First generation turbine tower cranes in the 700 to 950 tonne-metre range are generally too small for today’s wind turbines. Instead, 1,600 to 2,000 tonne-metre class models are needed. The next generation of 10 MW turbines could even call for 3,000 to 4,000 tonne-metre giants. An example is the Mammoet LTC4000.
Turbine blades versus fast rigging mobile cranes
Road transport weight limits may not allow loads above 100 tonnes, but the lifting height requirement will increase to 200 metres or more. Turbine blades weighing up to 50 tonnes mean a greater outreach requirement and could lead to higher crane capacity requirements outside the minimum crane radius in which generally turbine towers are constructed.
Turbine tower cranes are in direct competition with fast rigging mobile cranes. As is typical for Krøll turbine tower cranes, special devices have been developed to speed up the crane installation procedure. These tools are also useful in general construction crane applications. An example is the simplified reeving for the luffing.
Chinese manufacturer XCMG says about 10 riggers are needed to install the new XGL1800 tower crane. Crane climbing follows the wind tower installation, so it could be economical to also use the wind turbine rigging crew for the tower crane jacking.
Less bulk for tower cranes
Tower cranes suitable for 150 metre turbines need roughly half the erection space needed for a conventional mobile crane. This is a real benefit in sensitive areas like woodland and in areas of intensive agriculture. In addition, crane components can easily be kept within the size and weight limits of increasingly strict road regulations.
The installation time is longer compared to a mobile crane. After basic erection with an assist crane the tower crane then has to be climbed to its final hook height. Choosing a luffer immediately increases the available hook height and means less tower is needed and fewer climbing operations.
In contrast to a saddle jib version, production costs are about 30 to 40 % higher and extra care is needed to be able to achieve an horizontal load path. In addition, a luffing crane often working at minimum radius must remain wind-safe, including when booming out against wind pressure from the front.
Liebherr offer economical alternative
Liebherr offered the first wind turbine installation climbing tower crane and is still the only manufacturer successfully following the saddle jib design principle for wind tower installation.
It can be an economical alternative when at least one tie in support to the tower is allowed. In this case the 1000EC-B can, for example, lift 100 tonnes to a 175 metre under hook height with one active tie in.
Climbing systems have being improved to reduce erection time and increase safety, but turbine construction creates its own design challenges.
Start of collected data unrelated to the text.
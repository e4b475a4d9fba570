"""Terms of the Harbour Ridge demo beyond plain calls: notice by sector, puts, sinking funds, coupon steps, a call."""

from __future__ import annotations

from collections.abc import Callable, Iterable
from datetime import date
from typing import Any

from harbour_ridge_assets import VALUATION, Bond, later, life_years

Rows = list[dict[str, Any]]

NOTICE_DAYS = {"agency": 5, "corporate": 15, "high_yield": 15, "utility": 30, "municipal": 30, "private": 60}
ANNOUNCED_PAYMENT = date(2023, 1, 25)


def notice_days(bond: Bond) -> int:
    """Days from notice to payment, by kind of issuer. [day]"""
    return NOTICE_DAYS[bond.recipe.asset_class]


def coupon_date(bond: Bond, years_ahead: int) -> date:
    """The last coupon date up to so many years after the valuation date."""
    day, latest = bond.maturity, VALUATION.replace(year=VALUATION.year + years_ahead)
    while day > latest:
        day = later(day, -12 // bond.frequency, bond.month_end)
    return day


def some(bonds: Iterable[Bond], count: int, fit: Callable[[Bond], bool]) -> list[Bond]:
    """The first few that fit, in the order of their names."""
    return sorted((b for b in bonds if fit(b) and b.frequency == 2), key=lambda b: b.name)[:count]


def put_rows(bonds: list[Bond]) -> Rows:
    """Three corporate bonds may be put at par on one coupon date, three to five years ahead."""
    chosen = some(
        bonds, 3, lambda b: b.par_call is not None and b.rating[0] == "B" and 8.0 < life_years(b.maturity) < 15.0
    )
    rows = []
    for bond, years in zip(chosen, (3, 4, 5)):
        day = coupon_date(bond, years)
        rows.append(
            {"security_id": bond.name, "first_date": day, "last_date": day, "style": "european", "price": "100.000",
             "notice_days": 30}
        )  # fmt: skip
    return rows


def sinking_rows(bonds: list[Bond]) -> Rows:
    """Four private placements repay a tenth a year, two may double it; two utilities repay a twentieth."""
    private = some(bonds, 4, lambda b: b.recipe.form == "make_whole_life" and life_years(b.maturity) > 6.0)
    utility = some(bonds, 2, lambda b: b.recipe.form == "declining" and life_years(b.maturity) > 10.0)
    rows = []
    for k, bond in enumerate([*private, *utility]):
        share, years = ("0.1", 5) if bond in private else ("0.05", 8)
        for year in range(1, years + 1):
            rows.append(
                {"security_id": bond.name, "payment_date": coupon_date(bond, year), "share_of_par": share,
                 "may_double": "true" if k < 2 else "false"}
            )  # fmt: skip
    return rows


def step_rows(bonds: list[Bond]) -> Rows:
    """Two callable agency bonds pay three quarters of a point more from two dates on."""
    chosen = some(bonds, 2, lambda b: b.recipe.form == "bermudan" and life_years(b.maturity) > 5.0)
    return [
        {"security_id": b.name, "start_date": coupon_date(b, years), "coupon_rate": f"{b.coupon + rise:.4f}"}
        for b in chosen
        for years, rise in ((2, 0.0075), (4, 0.0150))
    ]


def announced_rows(bonds: list[Bond]) -> Rows:
    """One high-yield bond has been called by the valuation date, at the price then in force."""

    def in_force(bond: Bond) -> list[float]:
        return [r.price for r in bond.rights if r.price is not None and r.first <= ANNOUNCED_PAYMENT <= r.last]

    chosen = some(bonds, 1, lambda b: b.recipe.asset_class == "high_yield" and bool(in_force(b)))
    return [
        {"security_id": b.name, "payment_date": ANNOUNCED_PAYMENT, "price": f"{in_force(b)[0]:.3f}"} for b in chosen
    ]


def special_tables(bonds: list[Bond]) -> dict[str, Rows]:
    """The optional tables by name."""
    return {
        "put_rights": put_rows(bonds),
        "sinking_payments": sinking_rows(bonds),
        "coupon_steps": step_rows(bonds),
        "announced_calls": announced_rows(bonds),
    }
In contrast to general construction work, the working period at a single turbine project is very short. This means the crane has to be frequently climbed up and down. To do this calls for a durable, fast, safe and easy to handle tower section connection device and a fast-climbing system.
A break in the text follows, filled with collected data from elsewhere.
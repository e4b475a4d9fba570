"""Callable bonds under Hull-White against values made elsewhere: an independent integration, closed forms, a tree.

Values: `callable_values.json` beside this file (own reference values by an independent method, not published figures);
Hull, Options, Futures, and Other Derivatives, three-year put on a nine-year zero bond (recalled from memory, equal to
the closed form); Jamshidian, An Exact Bond Option Formula, J. of Finance 44(1), 1989, for European options.
"""

from __future__ import annotations

import json
from pathlib import Path
from typing import Any

import numpy as np
import pytest
import QuantLib as ql
from scipy.optimize import brentq
from scipy.stats import norm

from projector.bonds.exercise.model import ShortRateModel
from projector.bonds.exercise.pricing import Problem, operator_for, solve
from projector.bonds.exercise.settle_kernels import NEVER_PUT
from projector.bonds.exercise.step_operator import GRID_FINE, GRID_HALF_YEAR, GRID_MONTHLY, GRID_REFERENCE, Grid

VALUES = json.loads(Path(__file__).with_name("callable_values.json").read_text(encoding="utf-8"))
CASES = {case["id"]: case for case in VALUES["cases"]}
PROMISED = {GRID_MONTHLY: 0.01, GRID_HALF_YEAR: 0.002, GRID_FINE: 0.0003, GRID_REFERENCE: 2e-5}


def zero_rate(nodes: list[list[float]], years: np.ndarray) -> np.ndarray:
    table = np.array(nodes)
    return np.interp(years, table[:, 0], table[:, 1])


def grid_of(months: list[int]) -> tuple[int, int]:
    """Largest step of 12, 6, 3, 1 months that all dates share, and the months to the first date."""
    for step in (12, 6, 3, 1):
        offsets = {(m - 1) % step + 1 for m in months}
        if len(offsets) == 1:
            return step, offsets.pop()
    raise AssertionError


def problem_of(case: dict[str, Any], shift: float = 0.0) -> tuple[int, int, Problem]:
    """Step, offset and arrays of one case."""
    flows, calls, puts = ({int(m): a for m, a in case.get(name, [])} for name in ("flows", "calls", "puts"))
    step, offset = grid_of([*flows, *calls, *puts])
    n = (max(flows) - offset) // step + 1
    months = np.array([0] + [offset + k * step for k in range(n)])
    years = months / 12.0
    discount = np.exp(-(zero_rate(case["zero_nodes"], years) + case["spread"] + shift) * years)
    ratio = np.append(discount[1:] / discount[:-1], 1.0)[:, None]
    flow = np.array([flows.get(int(m), 0.0) for m in months])[:, None]
    price = np.array([calls.get(int(m), np.inf) for m in months])[:, None]
    put = np.array([puts.get(int(m), NEVER_PUT) for m in months])[:, None] if puts else None
    return step, offset, Problem(np.array([n]), ratio, ratio, flow, price, price, put)


def price_of(case: dict[str, Any], grid: Grid, shift: float = 0.0) -> float:
    step, offset, problem = problem_of(case, shift)
    op = operator_for(case["a"], case["sigma"], step, offset, int(problem.steps[0]), grid)
    return float(solve(op, problem)[0][0])


@pytest.mark.parametrize("name", CASES)
@pytest.mark.parametrize("grid", [GRID_REFERENCE, GRID_FINE, GRID_HALF_YEAR, GRID_MONTHLY])
def test_known_callable_price_by_an_independent_integration(name: str, grid: Grid) -> None:
    case = CASES[name]
    assert price_of(case, grid) == pytest.approx(case["dirty_price"], abs=PROMISED[grid])


@pytest.mark.parametrize("name", CASES)
def test_known_effective_duration_at_25_bp(name: str) -> None:
    case = CASES[name]
    up, down, base = (price_of(case, GRID_REFERENCE, s) for s in (0.0025, -0.0025, 0.0))
    assert (down - up) / (2.0 * base * 0.0025) == pytest.approx(case["duration"], abs=0.002)


@pytest.mark.parametrize("name", CASES)
def test_known_the_stored_tree_of_a_general_library_is_near(name: str) -> None:
    """QuantLib 1.44, TreeCallableFixedRateBondEngine, 1,600 steps, stored with the case; its own error is to 0.0067."""
    case = CASES[name]
    assert price_of(case, GRID_REFERENCE) == pytest.approx(case["tree_1600"], abs=0.01)


@pytest.mark.parametrize("name", CASES)
def test_limit_without_rights_the_straight_value_comes_back(name: str) -> None:
    case = {**CASES[name], "calls": [], "puts": []}
    assert price_of(case, GRID_HALF_YEAR) == pytest.approx(CASES[name]["straight"], abs=1e-6)


def zero_call(model: ShortRateModel, p_t: float, p_s: float, t: float, s: float, strike: float) -> float:
    """European call on a zero bond. Source: Jamshidian 1989; Hull and White 1990 (cited from memory)."""
    deviation = model.g(s - t) * np.sqrt(model.variance(t))
    h = np.log(p_s / (p_t * strike)) / deviation + 0.5 * deviation
    return float(p_s * norm.cdf(h) - strike * p_t * norm.cdf(h - deviation))


def solved_zero_call(a: float, sigma: float, p_t: float, p_s: float, t: int, s: int, strike: float) -> float:
    """The same option as the issuer's right on a zero bond: straight value less callable value."""
    step = int(np.gcd(12 * t, 12 * s))
    n, k = 12 * s // step, 12 * t // step
    discount = np.ones(n + 1)
    discount[1 : k + 1] = p_t ** (np.arange(1, k + 1) / k)
    discount[k:] = p_t * (p_s / p_t) ** (np.arange(n - k + 1) / (n - k))
    ratio = np.append(discount[1:] / discount[:-1], 1.0)[:, None]
    flow, price = np.zeros((n + 1, 1)), np.full((n + 1, 1), np.inf)
    flow[n], price[k] = 100.0, 100.0 * strike
    op = operator_for(a, sigma, step, step, n, GRID_REFERENCE)
    value = solve(op, Problem(np.array([n]), ratio, ratio, flow, price, price))[0][0]
    return float(100.0 * p_s - value) / 100.0


@pytest.mark.parametrize("case", VALUES["zero_bond_options"], ids=lambda c: c["id"])
def test_known_zero_bond_options_by_closed_form_and_by_the_solver(case: dict[str, Any]) -> None:
    t, s, k = case["expiry"], case["maturity"], case["strike"]
    p_t, p_s = (float(np.exp(-zero_rate(case["zero_nodes"], np.array([y]))[0] * y)) for y in (t, s))
    closed = zero_call(ShortRateModel(case["a"], case["sigma"]), p_t, p_s, t, s, k)
    assert closed == pytest.approx(case["call"], abs=2e-9)
    assert closed - p_s + k * p_t == pytest.approx(case["put"], abs=2e-9)
    assert solved_zero_call(case["a"], case["sigma"], p_t, p_s, t, s, k) == pytest.approx(case["call"], abs=1e-7)


def test_known_three_year_put_on_a_nine_year_zero_from_the_handbook() -> None:
    """Hull, Options, Futures, and Other Derivatives, general tree-building example, zero curve of 8 July 1994: 1.8093.

    Curve and value recalled from memory; zero rates continuously compounded, linear in days / 365.
    """
    days = [3, 31, 62, 94, 185, 367, 731, 1096, 1461, 1826, 2194, 2558, 2922, 3287, 3653]
    percent = [5.01772, 4.98282, 4.97234, 4.96157, 4.99058, 5.09389, 5.79733, 6.30595, 6.73464, 6.94816, 7.08807,
               7.27527, 7.30852, 7.39790, 7.49015]  # fmt: skip
    p_t, p_s = (float(np.exp(-np.interp(365.0 * y, days, percent) / 100.0 * y)) for y in (3.0, 9.0))
    call = solved_zero_call(0.1, 0.01, p_t, p_s, 3, 9, 0.63)
    assert 100.0 * (call - p_s + 0.63 * p_t) == pytest.approx(1.8093, abs=0.0006)


@pytest.mark.parametrize(
    ("a", "sigma", "first", "n"), [(0.03, 0.01, 10, 30), (0.1, 0.015, 4, 20), (0.0, 0.006, 20, 60)]
)
def test_known_european_call_on_a_coupon_bond_by_decomposition(a: float, sigma: float, first: int, n: int) -> None:
    """Jamshidian 1989: an option on a coupon bond is a sum of options on zero bonds struck at the critical state."""
    model, t = ShortRateModel(a, sigma), 0.5 * np.arange(n + 1)
    discount = np.exp(-(0.04 + 0.01 * np.exp(-t / 6.0)) * t)
    coupon, strike = 2.6, 101.0
    later = np.arange(first + 1, n + 1)
    amount = np.full(later.size, coupon)
    amount[-1] += 100.0

    def zeros(x: float) -> np.ndarray:
        tau = t[later] - t[first]
        return np.array(
            [discount[k] / discount[first] * model.convexity(t[first], u) * np.exp(-model.g(u) * x)
             for k, u in zip(later, tau)]
        )  # fmt: skip

    critical = brentq(lambda x: float(amount @ zeros(x)) - strike, -0.5, 0.5)
    option = sum(
        c * zero_call(model, discount[first], discount[k], t[first], t[k], z)
        for c, k, z in zip(amount, later, zeros(critical))
    )
    flow, price = np.full((n + 1, 1), coupon), np.full((n + 1, 1), np.inf)
    flow[n] += 100.0
    price[first] = strike
    ratio = np.append(discount[1:] / discount[:-1], 1.0)[:, None]
    op = operator_for(a, sigma, 6, 6, n, GRID_REFERENCE)
    value = solve(op, Problem(np.array([n]), ratio, ratio, flow, price, price))[0][0]
    straight = float(discount[1:] @ flow[1:, 0])
    assert straight - value == pytest.approx(option, abs=2e-7)


@pytest.mark.parametrize(("coupon", "years", "first"), [(0.05, 10, 2), (0.06, 20, 5), (0.035, 15, 3)])
def test_known_a_tree_made_now_by_the_general_library_is_near(coupon: float, years: int, first: int) -> None:
    """QuantLib's Hull-White tree at 240 steps; its error on such bonds is to 0.05."""
    saved = ql.Settings.instance().evaluationDate
    try:
        today, count = ql.Date(30, 6, 2022), ql.Thirty360(ql.Thirty360.BondBasis)
        ql.Settings.instance().evaluationDate = today
        curve = ql.YieldTermStructureHandle(ql.FlatForward(today, 0.045, count))
        dates = ql.Schedule(today, today + ql.Period(years, ql.Years), ql.Period(6, ql.Months), ql.NullCalendar(),
                            ql.Unadjusted, ql.Unadjusted, ql.DateGeneration.Backward, False)  # fmt: skip
        calls = ql.CallabilitySchedule()
        for day in list(dates)[2 * first : -1]:
            calls.append(ql.Callability(ql.BondPrice(100.0, ql.BondPrice.Clean), ql.Callability.Call, day))
        bond = ql.CallableFixedRateBond(0, 100.0, dates, [coupon], count, ql.Unadjusted, 100.0, today, calls)
        bond.setPricingEngine(ql.TreeCallableFixedRateBondEngine(ql.HullWhite(curve, 0.03, 0.01), 240))
        tree = bond.NPV()
    finally:
        ql.Settings.instance().evaluationDate = saved
    n = 2 * years
    flows = [[6 * k, 50.0 * coupon + (100.0 if k == n else 0.0)] for k in range(1, n + 1)]
    case = {"zero_nodes": [[0, 0.045], [40, 0.045]], "spread": 0.0, "a": 0.03, "sigma": 0.01, "flows": flows,
            "calls": [[6 * k, 100.0] for k in range(2 * first, n)]}  # fmt: skip
    assert price_of(case, GRID_FINE) == pytest.approx(tree, abs=0.06)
It also demands a climbing crew on site for nearly the whole time. Unlike mobile cranes a tower crane cannot be moved around in a short time on a wind farm. Rigging time is reduced by having all the major tower crane components shipped in blocks. A second undercarriage already installed at the next turbine tower site can also speed up the tower crane transfer.
What remains is the time-consuming climbing process itself with the insertion and removal of each tower section. Sometimes it has to be done at night to keep up with the pace of the fast track installation process.
To speed up climbing Krøll built a separate climbing winch and derrick to lift and place the tower section while the crane’s boom is used to balance the crane. Minimising the height of the crane before starting to climb helps save money by needing a smaller erection crane. A tower system climbed from ground level is more suitable than one made up of different tower sizes.